Action item :: Determine how many lines in the listing that follows include "likely". Answer only with that number.

Available records ::
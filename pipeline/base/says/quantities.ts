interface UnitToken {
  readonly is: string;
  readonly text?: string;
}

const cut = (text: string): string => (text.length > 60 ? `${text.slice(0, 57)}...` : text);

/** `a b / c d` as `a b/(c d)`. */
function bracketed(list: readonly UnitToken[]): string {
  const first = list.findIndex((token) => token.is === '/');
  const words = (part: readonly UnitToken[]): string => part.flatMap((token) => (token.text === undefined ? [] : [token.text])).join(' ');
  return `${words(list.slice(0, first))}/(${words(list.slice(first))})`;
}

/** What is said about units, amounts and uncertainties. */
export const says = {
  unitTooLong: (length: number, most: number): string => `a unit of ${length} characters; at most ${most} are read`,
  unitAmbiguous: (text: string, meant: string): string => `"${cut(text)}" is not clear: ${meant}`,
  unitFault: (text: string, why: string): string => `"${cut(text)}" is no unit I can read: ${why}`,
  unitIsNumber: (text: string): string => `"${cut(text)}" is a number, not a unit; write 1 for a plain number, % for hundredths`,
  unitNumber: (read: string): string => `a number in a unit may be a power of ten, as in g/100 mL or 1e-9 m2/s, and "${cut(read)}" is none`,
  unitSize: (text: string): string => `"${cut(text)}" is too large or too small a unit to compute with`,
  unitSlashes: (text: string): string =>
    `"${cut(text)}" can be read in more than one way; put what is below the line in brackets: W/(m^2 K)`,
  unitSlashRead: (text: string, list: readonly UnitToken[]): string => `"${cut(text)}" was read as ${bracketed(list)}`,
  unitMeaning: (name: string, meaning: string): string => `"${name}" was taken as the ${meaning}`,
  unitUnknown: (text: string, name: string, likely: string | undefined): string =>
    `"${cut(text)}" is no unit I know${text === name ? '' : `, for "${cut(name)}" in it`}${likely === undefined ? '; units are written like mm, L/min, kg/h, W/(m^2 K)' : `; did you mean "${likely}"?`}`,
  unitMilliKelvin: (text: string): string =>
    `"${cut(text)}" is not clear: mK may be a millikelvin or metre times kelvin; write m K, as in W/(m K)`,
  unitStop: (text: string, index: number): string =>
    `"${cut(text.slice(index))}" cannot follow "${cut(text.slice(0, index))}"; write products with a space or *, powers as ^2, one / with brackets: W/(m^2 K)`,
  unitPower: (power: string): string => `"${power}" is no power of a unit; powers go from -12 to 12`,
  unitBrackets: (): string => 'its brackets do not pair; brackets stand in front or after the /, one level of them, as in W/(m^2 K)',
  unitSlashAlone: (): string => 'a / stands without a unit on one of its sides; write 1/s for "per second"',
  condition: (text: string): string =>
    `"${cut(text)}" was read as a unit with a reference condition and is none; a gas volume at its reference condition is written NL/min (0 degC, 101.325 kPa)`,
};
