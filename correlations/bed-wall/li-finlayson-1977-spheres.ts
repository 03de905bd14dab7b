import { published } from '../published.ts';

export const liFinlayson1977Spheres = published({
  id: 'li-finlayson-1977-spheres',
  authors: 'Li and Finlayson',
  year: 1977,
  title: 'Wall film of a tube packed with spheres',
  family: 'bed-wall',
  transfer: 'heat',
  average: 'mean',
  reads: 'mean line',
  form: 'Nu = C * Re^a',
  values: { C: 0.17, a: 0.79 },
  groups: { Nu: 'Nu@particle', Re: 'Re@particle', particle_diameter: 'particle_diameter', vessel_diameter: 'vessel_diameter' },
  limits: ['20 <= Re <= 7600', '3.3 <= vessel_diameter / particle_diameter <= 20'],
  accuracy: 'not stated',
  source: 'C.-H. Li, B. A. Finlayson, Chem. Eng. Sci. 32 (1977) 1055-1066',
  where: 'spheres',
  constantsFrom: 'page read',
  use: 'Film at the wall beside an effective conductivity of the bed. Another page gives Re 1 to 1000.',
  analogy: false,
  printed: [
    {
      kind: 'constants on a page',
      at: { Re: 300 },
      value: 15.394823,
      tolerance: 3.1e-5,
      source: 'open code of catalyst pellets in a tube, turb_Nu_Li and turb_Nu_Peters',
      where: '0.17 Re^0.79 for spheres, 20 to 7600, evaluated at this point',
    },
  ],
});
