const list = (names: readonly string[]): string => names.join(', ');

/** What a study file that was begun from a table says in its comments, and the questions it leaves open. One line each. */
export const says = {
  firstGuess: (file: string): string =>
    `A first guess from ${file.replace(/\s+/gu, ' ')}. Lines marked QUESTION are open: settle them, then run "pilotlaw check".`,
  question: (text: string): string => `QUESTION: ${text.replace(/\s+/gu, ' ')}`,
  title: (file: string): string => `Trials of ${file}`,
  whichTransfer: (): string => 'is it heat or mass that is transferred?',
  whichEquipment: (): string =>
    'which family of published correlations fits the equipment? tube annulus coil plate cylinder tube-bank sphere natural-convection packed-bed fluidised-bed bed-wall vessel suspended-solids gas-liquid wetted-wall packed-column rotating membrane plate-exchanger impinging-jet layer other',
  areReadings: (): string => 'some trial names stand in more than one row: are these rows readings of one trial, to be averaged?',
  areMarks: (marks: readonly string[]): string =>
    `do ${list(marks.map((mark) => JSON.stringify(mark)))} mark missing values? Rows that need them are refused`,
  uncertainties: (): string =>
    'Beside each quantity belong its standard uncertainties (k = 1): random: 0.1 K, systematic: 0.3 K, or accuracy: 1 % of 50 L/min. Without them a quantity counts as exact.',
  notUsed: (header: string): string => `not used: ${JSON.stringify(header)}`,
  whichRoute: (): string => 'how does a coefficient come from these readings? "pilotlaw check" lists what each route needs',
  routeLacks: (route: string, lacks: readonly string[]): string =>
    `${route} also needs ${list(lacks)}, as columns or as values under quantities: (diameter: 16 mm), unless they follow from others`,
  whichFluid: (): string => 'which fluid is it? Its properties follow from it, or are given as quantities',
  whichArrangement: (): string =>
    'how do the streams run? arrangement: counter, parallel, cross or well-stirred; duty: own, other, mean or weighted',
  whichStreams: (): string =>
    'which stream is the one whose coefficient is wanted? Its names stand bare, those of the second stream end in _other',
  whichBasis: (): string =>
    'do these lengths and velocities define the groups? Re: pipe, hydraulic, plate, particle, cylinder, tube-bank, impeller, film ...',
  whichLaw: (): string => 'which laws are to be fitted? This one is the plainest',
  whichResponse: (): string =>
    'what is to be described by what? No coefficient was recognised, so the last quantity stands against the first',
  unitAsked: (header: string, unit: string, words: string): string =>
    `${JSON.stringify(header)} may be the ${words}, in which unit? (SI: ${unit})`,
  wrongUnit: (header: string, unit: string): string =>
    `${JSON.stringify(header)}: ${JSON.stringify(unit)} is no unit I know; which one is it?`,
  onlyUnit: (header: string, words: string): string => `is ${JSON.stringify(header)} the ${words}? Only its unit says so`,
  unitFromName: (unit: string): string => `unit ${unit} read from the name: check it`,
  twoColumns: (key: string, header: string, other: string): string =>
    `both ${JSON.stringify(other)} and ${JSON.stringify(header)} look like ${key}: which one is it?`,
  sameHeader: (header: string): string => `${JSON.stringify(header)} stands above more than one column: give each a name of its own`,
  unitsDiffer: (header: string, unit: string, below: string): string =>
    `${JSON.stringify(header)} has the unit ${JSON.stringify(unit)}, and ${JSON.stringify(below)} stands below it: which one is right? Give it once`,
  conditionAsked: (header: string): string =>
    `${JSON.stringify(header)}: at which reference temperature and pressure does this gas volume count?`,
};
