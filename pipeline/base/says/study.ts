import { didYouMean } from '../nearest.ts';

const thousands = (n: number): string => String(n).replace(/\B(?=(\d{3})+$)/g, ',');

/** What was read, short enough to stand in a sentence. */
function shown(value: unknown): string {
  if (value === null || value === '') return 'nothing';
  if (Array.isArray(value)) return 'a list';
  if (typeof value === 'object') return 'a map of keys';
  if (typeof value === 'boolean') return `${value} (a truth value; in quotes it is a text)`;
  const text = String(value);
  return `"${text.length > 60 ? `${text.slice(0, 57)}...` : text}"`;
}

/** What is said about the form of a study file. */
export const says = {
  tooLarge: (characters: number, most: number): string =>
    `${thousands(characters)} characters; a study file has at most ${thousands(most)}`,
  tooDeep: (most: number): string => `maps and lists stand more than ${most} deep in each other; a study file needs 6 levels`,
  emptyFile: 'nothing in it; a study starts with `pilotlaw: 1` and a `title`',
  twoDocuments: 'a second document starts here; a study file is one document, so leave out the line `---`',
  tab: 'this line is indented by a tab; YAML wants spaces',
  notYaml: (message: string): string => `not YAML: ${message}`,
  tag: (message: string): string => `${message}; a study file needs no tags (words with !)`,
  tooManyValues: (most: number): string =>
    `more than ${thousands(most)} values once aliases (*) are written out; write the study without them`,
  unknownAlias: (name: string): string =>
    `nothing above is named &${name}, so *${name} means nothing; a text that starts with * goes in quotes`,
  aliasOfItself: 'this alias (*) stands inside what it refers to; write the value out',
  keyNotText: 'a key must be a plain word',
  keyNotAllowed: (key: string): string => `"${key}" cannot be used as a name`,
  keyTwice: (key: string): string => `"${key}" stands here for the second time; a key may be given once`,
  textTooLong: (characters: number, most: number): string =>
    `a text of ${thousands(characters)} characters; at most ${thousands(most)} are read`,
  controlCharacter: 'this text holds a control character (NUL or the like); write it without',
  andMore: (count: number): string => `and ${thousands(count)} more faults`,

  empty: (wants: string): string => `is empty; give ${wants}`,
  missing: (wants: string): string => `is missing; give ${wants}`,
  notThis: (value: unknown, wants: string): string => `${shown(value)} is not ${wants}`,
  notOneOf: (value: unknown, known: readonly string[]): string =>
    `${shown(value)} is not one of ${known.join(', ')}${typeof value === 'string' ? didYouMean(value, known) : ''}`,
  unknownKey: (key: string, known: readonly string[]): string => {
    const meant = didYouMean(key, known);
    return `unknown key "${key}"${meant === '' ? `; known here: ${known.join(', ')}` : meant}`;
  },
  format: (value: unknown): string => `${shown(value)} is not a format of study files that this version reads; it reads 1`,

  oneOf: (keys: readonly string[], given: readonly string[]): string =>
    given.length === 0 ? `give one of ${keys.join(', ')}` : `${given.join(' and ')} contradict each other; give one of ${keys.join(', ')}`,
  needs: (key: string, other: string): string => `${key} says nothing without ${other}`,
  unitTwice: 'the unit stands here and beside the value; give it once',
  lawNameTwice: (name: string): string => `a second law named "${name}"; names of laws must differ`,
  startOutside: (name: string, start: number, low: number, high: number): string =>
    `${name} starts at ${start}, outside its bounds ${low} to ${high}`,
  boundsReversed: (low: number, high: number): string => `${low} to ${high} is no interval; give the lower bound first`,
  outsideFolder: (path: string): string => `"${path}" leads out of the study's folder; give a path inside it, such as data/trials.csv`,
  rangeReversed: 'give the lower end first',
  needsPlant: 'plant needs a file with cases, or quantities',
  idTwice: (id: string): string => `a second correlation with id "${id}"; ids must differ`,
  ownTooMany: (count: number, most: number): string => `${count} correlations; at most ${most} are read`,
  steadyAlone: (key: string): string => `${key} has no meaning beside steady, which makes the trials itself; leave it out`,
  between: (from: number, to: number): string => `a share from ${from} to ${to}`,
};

Result :: 2